▶ REQUIRED WORK:
Every line below that contains "Promise" is to be copied.

▶ DATA LISTING:
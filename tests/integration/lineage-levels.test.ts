// The lineage walks a tree one level at a time (migration 0054: root_id and the (root_id, depth,
// parent_id) index). Its answers are checked here against a lineage worked out independently in
// the test, from the items table itself: ancestors root first, descendants level by level in
// serial order, every entry's children counted, entries a lab does not hold withheld from its
// members, for random trees, starting items and depth limits. The database's own rules for the
// tree key are checked too: set on insert, never changed, a child one level below its parent.
import { describe, it, expect, beforeAll } from 'vitest';
import fc from 'fast-check';
import { signedIn, DEMO, type Client } from '../helpers/http';
import { newSpecimen } from '../helpers/registry';
import { asSuperuser } from '../helpers/scratch-db';

const DB = process.env.REGOLOG_DB_NAME ?? 'regolog_test';
let curator: Client;
let fennick: Client;
let fennickLab: { id: string; name: string };

beforeAll(async () => {
	[curator, fennick] = await Promise.all([signedIn(DEMO.curator), signedIn(DEMO.fennick)]);
	fennickLab = await asSuperuser(DB, async (c) => (await c.query(`SELECT l.id, l.name FROM labs l JOIN users u ON u.lab_id = l.id WHERE u.email = $1`, [DEMO.fennick])).rows[0]);
});

interface Row {
	id: string;
	parent_id: string | null;
	root_id: string;
	code: string;
	serial: number;
	depth: number;
	kind: string;
	state: string;
	mass_ug: string;
	initial_mass_ug: string;
	holder_lab_id: string | null;
	holder: string | null;
}

async function treeRows(root: string): Promise<Row[]> {
	return asSuperuser(DB, async (c) =>
		(await c.query(
			`SELECT i.id, i.parent_id, i.root_id, i.code, i.serial::int, i.depth, i.kind, i.state, i.mass_ug::text, i.initial_mass_ug::text, i.holder_lab_id, l.name AS holder
			 FROM items i LEFT JOIN labs l ON l.id = i.holder_lab_id WHERE i.root_id = (SELECT id FROM items WHERE code = $1)`,
			[root]
		)).rows
	);
}

/** The lineage as the API should give it, worked out from the rows alone. */
function expected(rows: Row[], code: string, depth: number | null, lab: string | null) {
	const byId = new Map(rows.map((r) => [r.id, r]));
	const children = new Map<string, Row[]>();
	for (const r of rows) if (r.parent_id) children.set(r.parent_id, [...(children.get(r.parent_id) ?? []), r]);
	const start = rows.find((r) => r.code === code)!;
	const entry = (r: Row, level: number) => ({
		code: r.code,
		parentCode: r.parent_id ? byId.get(r.parent_id)!.code : null,
		level,
		kind: r.kind,
		state: r.state,
		massUg: Number(r.mass_ug),
		initialMassUg: Number(r.initial_mass_ug),
		holder: r.holder ?? 'Facility',
		children: children.get(r.id)?.length ?? 0
	});
	const up: { r: Row; level: number }[] = [];
	for (let p = start.parent_id, level = -1; p; level--) {
		const r = byId.get(p)!;
		up.unshift({ r, level });
		p = r.parent_id;
	}
	const down: { r: Row; level: number }[] = [];
	let frontier = [start];
	for (let level = 1; frontier.length && (depth === null || level <= depth); level++) {
		frontier = frontier.flatMap((r) => children.get(r.id) ?? []).sort((a, b) => a.serial - b.serial);
		down.push(...frontier.map((r) => ({ r, level })));
	}
	const visible = (x: { r: Row }) => lab === null || x.r.holder_lab_id === lab;
	return {
		code,
		ancestors: up.filter(visible).map((x) => entry(x.r, x.level)),
		descendants: down.filter(visible).map((x) => entry(x.r, x.level)),
		withheld: [...up, ...down].filter((x) => !visible(x)).length,
		depth
	};
}

async function split(code: string, masses: number[]): Promise<string[]> {
	const r = await curator.post(`/api/items/${code}/splits`, { children: masses.map((massUg) => ({ massUg })) });
	expect(r.status, JSON.stringify(r.body)).toBe(201);
	return r.body.children.map((c: { code: string }) => c.code);
}

describe('lineage, one level per step', () => {
	it('answers exactly as the tree worked out from the items table, for random trees, starts and depths', async () => {
		await fc.assert(
			fc.asyncProperty(
				// each split: which existing item (by index, wrapped) and how many children
				fc.array(fc.record({ at: fc.nat(), n: fc.integer({ min: 1, max: 3 }) }), { minLength: 3, maxLength: 9 }),
				fc.array(fc.nat(), { minLength: 2, maxLength: 4 }),
				fc.nat(),
				async (splits, lent, seed) => {
					const root = await newSpecimen(curator, 100_000_000);
					const codes = [root];
					const mass = new Map([[root, 100_000_000]]);
					for (const s of splits) {
						const from = codes[s.at % codes.length];
						const each = Math.floor(mass.get(from)! / (s.n + 2));
						if (each < 1) continue;
						const made = await split(from, Array.from({ length: s.n }, () => each));
						mass.set(from, mass.get(from)! - each * s.n);
						for (const c of made) {
							codes.push(c);
							mass.set(c, each);
						}
					}
					// some items go to the lab, some of them with their state changed too, and in every other
					// run the root itself (whose lineage is read as one range of the tree, filtered by lab)
					const lentCodes = [...new Set([...(seed % 2 ? [root] : []), ...lent.map((i) => codes[1 + (i % (codes.length - 1))])])].filter(Boolean);
					await asSuperuser(DB, (c) => c.query(`UPDATE items SET holder_lab_id = $1, state = 'on_loan' WHERE code = ANY($2)`, [fennickLab.id, lentCodes]));
					const rows = await treeRows(root);
					expect(rows).toHaveLength(codes.length);

					const starts = [root, codes[seed % codes.length], codes[codes.length - 1]];
					for (const code of starts) {
						for (const depth of [null, 1, 2]) {
							const r = await curator.get(`/api/items/${code}/lineage${depth === null ? '' : `?depth=${depth}`}`);
							expect(r.status).toBe(200);
							expect(r.body).toEqual(expected(rows, code, depth, null));
						}
					}
					for (const code of lentCodes) {
						const r = await fennick.get(`/api/items/${code}/lineage`);
						expect(r.status).toBe(200);
						expect(r.body).toEqual(expected(rows, code, null, fennickLab.id));
					}
				}
			),
			{ numRuns: 8 }
		);
	});

	it('sets every item’s tree root on insert, keeps it, and refuses a child that is not one level below its parent', async () => {
		const root = await newSpecimen(curator, 1_000_000);
		const [a] = await split(root, [1000]);
		const [b] = await split(a, [100]);
		const rows = await treeRows(root);
		const id = (code: string) => rows.find((r) => r.code === code)!.id;
		expect(rows.map((r) => r.root_id)).toEqual([id(root), id(root), id(root)]);

		await asSuperuser(DB, async (c) => {
			await expect(c.query(`UPDATE items SET root_id = id WHERE code = $1`, [b])).rejects.toThrow('cannot change');
			// a root_id given on insert is not taken: the database works it out from the parent
			const col = (await c.query(`SELECT collection_id FROM items WHERE code = $1`, [root])).rows[0].collection_id;
			const next = (await c.query(`SELECT max(serial)::int + 1000 AS s FROM items WHERE collection_id = $1`, [col])).rows[0].s;
			await c.query('BEGIN');
			try {
				const ins = (code: string, depth: number, root_id: string) =>
					c.query(
						`INSERT INTO items (collection_id, serial, code, parent_id, depth, kind, description, initial_mass_ug, mass_ug, root_id)
						 VALUES ($1, $2, $3, $4, $5, 'aliquot', 'tree key check', 1, 1, $6) RETURNING root_id`,
						[col, next, code, id(b), depth, root_id]
					);
				expect((await ins('HLF-TREE-1', 3, id(b))).rows[0].root_id).toBe(id(root));
				await c.query('SAVEPOINT s');
				await expect(ins('HLF-TREE-2', 7, id(root))).rejects.toThrow('depth 7 under a parent at depth 2');
				await c.query('ROLLBACK TO SAVEPOINT s');
				await expect(ins('hlf-tree-3', 3, id(root))).rejects.toThrow('items_code_characters');
			} finally {
				await c.query('ROLLBACK');
			}
		});
	});
});
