import { describe, it, expect, afterAll } from 'vitest';
import { spawnSync } from 'node:child_process';
import { QueryTypes } from 'sequelize';
import { migrateUp } from '../../src/lib/server/migrator';
import { scratchDatabase } from '../helpers/scratch-db';

// a migrated database with no account at all, as a production install starts
const scratch = await scratchDatabase('firstadmin');
await migrateUp(scratch.sequelize);
afterAll(() => scratch.drop());

function run(...args: string[]) {
	const r = spawnSync(process.execPath, ['--import', 'tsx', 'scripts/first-admin.ts', ...args], { encoding: 'utf8', env: { ...process.env, REGOLOG_DB_NAME: scratch.name } });
	return { status: r.status, out: r.stdout, err: r.stderr };
}
const one = <T extends object>(sql: string) => scratch.sequelize.query<T>(sql, { type: QueryTypes.SELECT });

describe('npm run admin:first', () => {
	it('refuses bad use, naming the option, and writes nothing', async () => {
		const r = run('--email', 'not an address', '--name', 'Dana Example');
		expect(r.status).toBe(2);
		expect(r.err).toMatch(/--email: /);
		expect(run('--mail', 'x@y.example').status).toBe(2);
		expect(await one('SELECT 1 FROM users')).toEqual([]);
	});

	it('invites the first administrator of an empty database, with the link printed and the mail queued', async () => {
		const r = run('--email', 'dana@facility.example', '--name', 'Dana Example');
		expect(r.err).toBe('');
		expect(r.status).toBe(0);
		const link = /choose the password at (\S+)/.exec(r.out)?.[1];
		expect(link).toMatch(/\/invite\/[A-Za-z0-9_-]{20,}$/);
		const [user] = await one<{ role: string; password_hash: string | null }>(`SELECT role, password_hash FROM users WHERE email = 'dana@facility.example'`);
		expect(user).toEqual({ role: 'admin', password_hash: null });
		const mail = await one<{ body_text: string }>(`SELECT body_text FROM mail_outbox WHERE kind = 'invite' AND to_address = 'dana@facility.example'`);
		expect(mail).toHaveLength(1);
		expect(mail[0].body_text).toContain(link!);
		const [event] = await one<{ actor_label: string; action: string }>(`SELECT actor_label, action FROM trail_events ORDER BY seq DESC LIMIT 1`);
		expect(event).toEqual({ actor_label: 'command line (first administrator)', action: 'user.invited' });
	});

	it('refuses a second first administrator: the first invites the rest', async () => {
		const r = run('--email', 'other@facility.example', '--name', 'Other Example');
		expect(r.status).toBe(1);
		expect(r.err).toMatch(/An administrator exists already/);
		expect(await one(`SELECT 1 FROM users WHERE email = 'other@facility.example'`)).toEqual([]);
	});
});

▶ RESULT OF THIS TASK:
	[curator, fennick] = await Promise.all([signedIn(DEMO.curator), signedIn(DEMO.fennick)]);
async function treeRows(root: string): Promise<Row[]> {
async function split(code: string, masses: number[]): Promise<string[]> {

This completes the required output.